BEGIN RECORDS PROVIDED
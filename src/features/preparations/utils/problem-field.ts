import type { PlanProblem } from '../../../../shared/contracts/preparations';
import { STEP_KINDS } from '../../../../shared/contracts/step-kinds';

const ENTRIES = Object.values(STEP_KINDS);
/** The step fields the editor shows as its equipment choice, and as its mass or volume. */
const EQUIPMENT_FIELDS = new Set<unknown>(ENTRIES.map((entry) => entry.slot?.name));
const QUANTITY_FIELDS = new Set<unknown>(ENTRIES.map((entry) => entry.quantity?.field));

/**
 * Where a problem is shown in the editor:
 * 'title' | 'material' | 'materialOverride' | 'analyte' | 'outputUnit' | 'labTemperatureC' | 'plan' |
 * `step-${i}-equipment` | `step-${i}-override` | `step-${i}-quantity` | `step-${i}-container` |
 * `step-${i}-source-${j}` | `step-${i}`.
 */
export function problemField(problem: PlanProblem): string {
  const [first, second, third, fourth] = problem.path;
  if (first === 'title') return 'title';
  if (first === 'material') return second === 'override' ? 'materialOverride' : 'material';
  if (first === 'analyte') return 'analyte';
  if (first === 'settings')
    return second === 'outputUnit' ? 'outputUnit' : second === 'labTemperatureC' ? 'labTemperatureC' : 'plan';
  if (first === 'steps' && typeof second === 'number') {
    if (third === 'material') return 'material';
    if (third !== undefined && EQUIPMENT_FIELDS.has(third))
      return fourth === 'override' ? `step-${second}-override` : `step-${second}-equipment`;
    if (third !== undefined && QUANTITY_FIELDS.has(third)) return `step-${second}-quantity`;
    if (third === 'containerMassG') return `step-${second}-container`;
    if (third === 'extraSources' && typeof fourth === 'number') return `step-${second}-source-${fourth}`;
    return `step-${second}`;
  }
  return 'plan';
}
END RECORDS PROVIDED
# WHAT TO DO
An exact copy of every record above is required.

# RESULT FOR THIS EXERCISE
filename src/features/preparations/utils/problem-field.ts
import type { PlanProblem } from '../../../../shared/contracts/preparations';
import { STEP_KINDS } from '../../../../shared/contracts/step-kinds';

const ENTRIES = Object.values(STEP_KINDS);
/** The step fields the editor shows as its equipment choice, and as its mass or volume. */
const EQUIPMENT_FIELDS = new Set<unknown>(ENTRIES.map((entry) => entry.slot?.name));
const QUANTITY_FIELDS = new Set<unknown>(ENTRIES.map((entry) => entry.quantity?.field));

/**
 * Where a problem is shown in the editor:
 * 'title' | 'material' | 'materialOverride' | 'analyte' | 'outputUnit' | 'labTemperatureC' | 'plan' |
 * `step-${i}-equipment` | `step-${i}-override` | `step-${i}-quantity` | `step-${i}-container` |
 * `step-${i}-source-${j}` | `step-${i}`.
 */
export function problemField(problem: PlanProblem): string {
  const [first, second, third, fourth] = problem.path;
  if (first === 'title') return 'title';
  if (first === 'material') return second === 'override' ? 'materialOverride' : 'material';
  if (first === 'analyte') return 'analyte';
  if (first === 'settings')
    return second === 'outputUnit' ? 'outputUnit' : second === 'labTemperatureC' ? 'labTemperatureC' : 'plan';
  if (first === 'steps' && typeof second === 'number') {
    if (third === 'material') return 'material';
    if (third !== undefined && EQUIPMENT_FIELDS.has(third))
      return fourth === 'override' ? `step-${second}-override` : `step-${second}-equipment`;
    if (third !== undefined && QUANTITY_FIELDS.has(third)) return `step-${second}-quantity`;
    if (third === 'containerMassG') return `step-${second}-container`;
    if (third === 'extraSources' && typeof fourth === 'number') return `step-${second}-source-${fourth}`;
    return `step-${second}`;
  }
  return 'plan';
}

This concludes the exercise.